[Stored items]
• • • • • • •
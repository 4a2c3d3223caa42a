"""Brownian loops for the three-particle cluster coefficients, stored so that phases can be re-evaluated.

Units: lambda = 1 and beta = 1, so one particle's free kernel over imaginary time s is
(1/s) exp(-pi |x - y|^2 / s): a planar Brownian motion with per-component variance s / (2 pi).
A k-cycle of a permutation is one loop of duration k.  Every family below is translation invariant;
one position (the start of the first loop) is integrated out exactly and gives the area, the others
are sampled (importance sampling) where the integrand is not already normalised.

Each `*Samples` object keeps, per sample, the sum of minimal slice angles over far slices and the list
of near slices (see `pairfactor`).  The phase at any statistics parameter is recomputed from these
without new random numbers, which is what parameter scans reuse.

Families (the prefactors are derived in docs/loops.md):
  cycle      one loop of duration 3; value (1/9) Re Phi                       -> b_3 (identical only)
  exchange   loop of duration 2 (the transposed pair) and a loop of duration 1 (the third particle),
             value (1/4) Re[Phi_12 (Phi_cross - 1)] / g(c)                       -> b_3 and b_21
  triple     three loops of duration 1, value
             c Re[Phi_12 Phi_13 Phi_23 - 1 - F_12 - F_13 - F_23] / g(rho, eta)  (c = 1/2 or 3/2)
  pair_loop  two loops of duration 1 (validation: the loop part of b_2, and b_11)
  pair_swap  one loop of duration 2 (validation: the exchange part of b_2)
"""
from __future__ import annotations

from dataclasses import dataclass

import numpy as np

from .exact import loop_part_b2 as loop_part
from .kernels import bridges, half_phase
from .pairfactor import SAMPLING, SETTINGS, classify_segments, pair_factor

# Importance sampling of sampled offsets: a defensive mixture of two centred complex Gaussians, so that
# the weight stays bounded where the integrand's Gaussian tail is wider than the main component.
# Widths fixed once from a pilot study of the variance per second (docs/loops.md); not tuned to results.
MIX_WIDE_FRACTION = 0.2
MIX_WIDE_FACTOR = 2.5
WIDTH_EXCHANGE = 0.35
WIDTH_TRIPLE = 0.27          # 0.22 before the variance-reduction study (benchmarks/loops_reduction.py)
WIDTH_TRIPLE_BEFORE = 0.22
WIDTH_PAIR = 0.35
# Control variate of the triple family (docs/loops.md, "Variance reduction"): each pair's Re F_ij times a
# normalised Gaussian of the Jacobi coordinate orthogonal to that pair's offset, over g(rho, eta).  Its
# mean is exact: (1/2) int d^2c E[Re F] = (1/2) b_11(a_ij) = -d(1-d)/2 (docs/loops.md, two-body part).
WIDTH_CONTROL = 0.22


@dataclass
class PhaseData:
    """Stored slice data of a group of pairs that share one statistics parameter, per sample."""

    far: np.ndarray
    rows: np.ndarray
    x: np.ndarray
    phi: np.ndarray

    @classmethod
    def from_paths(cls, u: np.ndarray, v: float) -> "PhaseData":
        far, rows, x, phi = classify_segments(u, v)
        return cls(far, rows, x, phi)

    @classmethod
    def join(cls, parts: list["PhaseData"]) -> "PhaseData":
        """Several pair groups of the same samples under one parameter (phases multiply)."""
        return cls(sum(p.far for p in parts), np.concatenate([p.rows for p in parts]),
                   np.concatenate([p.x for p in parts]), np.concatenate([p.phi for p in parts]))

    def phase(self, alpha: float) -> np.ndarray:
        if self.rows.size and (2 * alpha) % 2 == 1 and getattr(SETTINGS, "closed_half", True) \
                and getattr(SETTINGS, "compiled", True):
            return half_phase(alpha, self.far, self.rows, self.x, self.phi)      # compiled closed form
        out = np.exp(1j * alpha * self.far)
        if self.rows.size:
            factors = pair_factor(alpha, self.x, self.phi, SAMPLING)
            if np.all(self.rows[1:] >= self.rows[:-1]):
                # rows come sorted from the classification: one product per sample over its run of rows
                starts = np.flatnonzero(np.r_[True, self.rows[1:] != self.rows[:-1]])
                out[self.rows[starts]] *= np.multiply.reduceat(factors, starts)
            else:                          # joined pair groups: rows of each group in turn
                np.multiply.at(out, self.rows, factors)
        return out

    @property
    def near_count(self) -> int:
        return int(self.rows.size)


def brownian_loops(rng: np.random.Generator, count: int, segments: int, duration: float) -> np.ndarray:
    """`count` planar Brownian bridges from 0 back to 0, `segments` equal slices over `duration`."""
    if hasattr(rng, "brownian_bridge"):    # randomized quasi-Monte Carlo (quasi.py): Levy construction
        return rng.brownian_bridge(count, segments, duration)
    scale = np.sqrt(duration / segments / (2.0 * np.pi))
    steps = rng.standard_normal((count, segments, 2))
    if getattr(SETTINGS, "compiled", True):
        return bridges(steps, scale)
    walk = np.zeros((count, segments + 1), dtype=complex)       # the numpy reference
    walk[:, 1:] = np.cumsum(steps[..., 0] * scale + 1j * (steps[..., 1] * scale), axis=1)
    return walk - (np.arange(segments + 1) / segments)[None, :] * walk[:, -1:]


def complex_normal(rng: np.random.Generator, count: int, width: float) -> np.ndarray:
    z = rng.standard_normal((count, 2)) * width
    return z[:, 0] + 1j * z[:, 1]


def mixture_offsets(rng: np.random.Generator, count: int, width: float, dims: int):
    """`dims` complex offsets per sample from the defensive mixture; returns (offsets, density)."""
    wide = rng.random(count) < MIX_WIDE_FRACTION
    scale = np.where(wide, width * MIX_WIDE_FACTOR, width)
    z = rng.standard_normal((count, dims, 2)) * scale[:, None, None]
    offsets = z[..., 0] + 1j * z[..., 1]
    r2 = (np.abs(offsets) ** 2).sum(axis=1)
    dens = 0.0
    for frac, w in ((1.0 - MIX_WIDE_FRACTION, width), (MIX_WIDE_FRACTION, width * MIX_WIDE_FACTOR)):
        dens = dens + frac * np.exp(-r2 / (2 * w * w)) / (2 * np.pi * w * w) ** dims
    return offsets, dens


def coarse(u: np.ndarray, stride: int) -> np.ndarray:
    """Every `stride`-th point: the same path seen with `stride` times fewer slices."""
    return u[:, ::stride]


def phase_levels(u: np.ndarray, slices: int, strides) -> dict[int, PhaseData]:
    """Slice data of a relative path at the full resolution and at coarser sub-samplings of it."""
    return {s: PhaseData.from_paths(coarse(u, s), slice_variance(slices // s)) for s in strides}


def slice_variance(segments: int) -> float:
    """Per-component variance of a relative vector's increment over one slice (two particles)."""
    return 2.0 * (1.0 / segments) / (2.0 * np.pi)


class CycleSamples:
    """The 3-cycle: one loop X of duration 3; the pair vectors X(t) - X(t+1) join into one closed curve."""

    def __init__(self, rng: np.random.Generator, count: int, slices: int, strides=(1,)):
        x = brownian_loops(rng, count, 3 * slices, 3.0)
        # X(t) - X(t + 1) over t in [0, 3]: the points shifted by one unit of time, cyclically
        shifted = np.concatenate([x[:, slices:3 * slices], x[:, :slices + 1]], axis=1)
        self.count = count
        self.levels = phase_levels(x - shifted, slices, strides)

    def values(self, alpha: float, stride: int = 1) -> np.ndarray:
        return self.levels[stride].phase(alpha).real / 9.0


class ExchangeSamples:
    """A transposed pair (one loop X of duration 2) and a third particle (loop Y of duration 1 at c)."""

    def __init__(self, rng: np.random.Generator, count: int, slices: int, strides=(1,)):
        x = brownian_loops(rng, count, 2 * slices, 2.0)
        y = brownian_loops(rng, count, slices, 1.0)
        centre = 0.5 * x[:, slices]
        off, dens = mixture_offsets(rng, count, WIDTH_EXCHANGE, 1)
        c = centre + off[:, 0]
        self.count = count
        self.weight = 1.0 / dens
        self.pair = phase_levels(x[:, : slices + 1] - x[:, slices:], slices, strides)
        y_twice = np.concatenate([y[:, :slices], y[:, :slices], y[:, :1]], axis=1)
        self.cross = phase_levels(x - (c[:, None] + y_twice), slices, strides)

    def values(self, alpha_pair: float, alpha_cross: float, stride: int = 1) -> np.ndarray:
        ph = self.pair[stride].phase(alpha_pair) * (self.cross[stride].phase(alpha_cross) - 1.0)
        return 0.25 * ph.real * self.weight


class TripleSamples:
    """Three loops of duration 1; offsets from Jacobi coordinates (rho, eta), d^2c2 d^2c3 = 3 d^2rho d^2eta."""

    def __init__(self, rng: np.random.Generator, count: int, slices: int, strides=(1,), width: float = WIDTH_TRIPLE):
        y = [brownian_loops(rng, count, slices, 1.0) for _ in range(3)]
        off, dens = mixture_offsets(rng, count, width, 2)
        rho, eta = off[:, 0], off[:, 1]
        # the Jacobi coordinate orthogonal to each pair's offset (rotations by 0, 120 and 240 degrees)
        half = np.sqrt(3.0) / 2.0
        across = {"12": eta, "13": -half * rho + 0.5 * eta, "23": -half * rho - 0.5 * eta}
        norm = 2.0 * np.pi * WIDTH_CONTROL ** 2
        self.control_weight = {k: np.exp(-np.abs(v) ** 2 / (2.0 * WIDTH_CONTROL ** 2)) / norm / dens
                               for k, v in across.items()}
        z2 = -np.sqrt(2.0) * rho
        z3 = -rho / np.sqrt(2.0) - np.sqrt(1.5) * eta
        p1, p2, p3 = y[0], z2[:, None] + y[1], z3[:, None] + y[2]
        self.count = count
        self.weight = 1.0 / dens
        self.p12 = phase_levels(p1 - p2, slices, strides)
        self.p13 = phase_levels(p1 - p3, slices, strides)
        self.p23 = phase_levels(p2 - p3, slices, strides)

    def _pair_terms(self, a12: float, a13: float, a23: float, stride: int):
        """F_12, F_13, F_23 (phase minus one), kept for the last parameters: the control reuses them."""
        key = (a12, a13, a23, stride)
        if getattr(self, "_last", (None,))[0] != key:
            self._last = (key, tuple(getattr(self, "p" + k)[stride].phase(a) - 1.0
                                     for k, a in (("12", a12), ("13", a13), ("23", a23))))
        return self._last[1]

    def values(self, a12: float, a13: float, a23: float, prefactor: float, stride: int = 1) -> np.ndarray:
        f12, f13, f23 = self._pair_terms(a12, a13, a23, stride)
        connected = f12 * f13 + f12 * f23 + f13 * f23 + f12 * f13 * f23
        return prefactor * connected.real * self.weight

    def control(self, a12: float, a13: float, a23: float, stride: int = 1) -> np.ndarray:
        """Per sample: the pair terms with exactly known mean, minus that mean (mean zero)."""
        out = np.zeros(self.count)
        for key, a, f in zip(("12", "13", "23"), (a12, a13, a23), self._pair_terms(a12, a13, a23, stride)):
            out += f.real * self.control_weight[key] - 0.5 * loop_part(a)
        return out


class PairLoopSamples:
    """Two loops of duration 1 at offset c: sum over samples of Re(Phi - 1)/g(c) estimates b_11.
    With a single pair the slice factors are exact at any slice number (no extrapolation needed)."""

    def __init__(self, rng: np.random.Generator, count: int, slices: int, strides=(1,)):
        y1 = brownian_loops(rng, count, slices, 1.0)
        y2 = brownian_loops(rng, count, slices, 1.0)
        off, dens = mixture_offsets(rng, count, WIDTH_PAIR, 1)
        self.count = count
        self.weight = 1.0 / dens
        self.data = PhaseData.from_paths(y1 - (off[:, 0:1] + y2), slice_variance(slices))

    def values(self, alpha: float, stride: int = 1) -> np.ndarray:
        return (self.data.phase(alpha) - 1.0).real * self.weight


class PairSwapSamples:
    """One loop X of duration 2, pair vector X(t) - X(t+1) from r to -r: (1/2) Re Phi is J_swap / Area."""

    def __init__(self, rng: np.random.Generator, count: int, slices: int, strides=(1,)):
        x = brownian_loops(rng, count, 2 * slices, 2.0)
        self.count = count
        self.data = PhaseData.from_paths(x[:, : slices + 1] - x[:, slices:], slice_variance(slices))

    def values(self, alpha: float, stride: int = 1) -> np.ndarray:
        return 0.5 * self.data.phase(alpha).real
• • • • • • •
● **Exercise brief**
Set the entries down again exactly, beginning with their first line and ending with the line that contains "Units: lambda = 1"; omit all other lines.

● **Result of the task**
repository 4a2c3d3223caa42a
"""Brownian loops for the three-particle cluster coefficients, stored so that phases can be re-evaluated.

Units: lambda = 1 and beta = 1, so one particle's free kernel over imaginary time s is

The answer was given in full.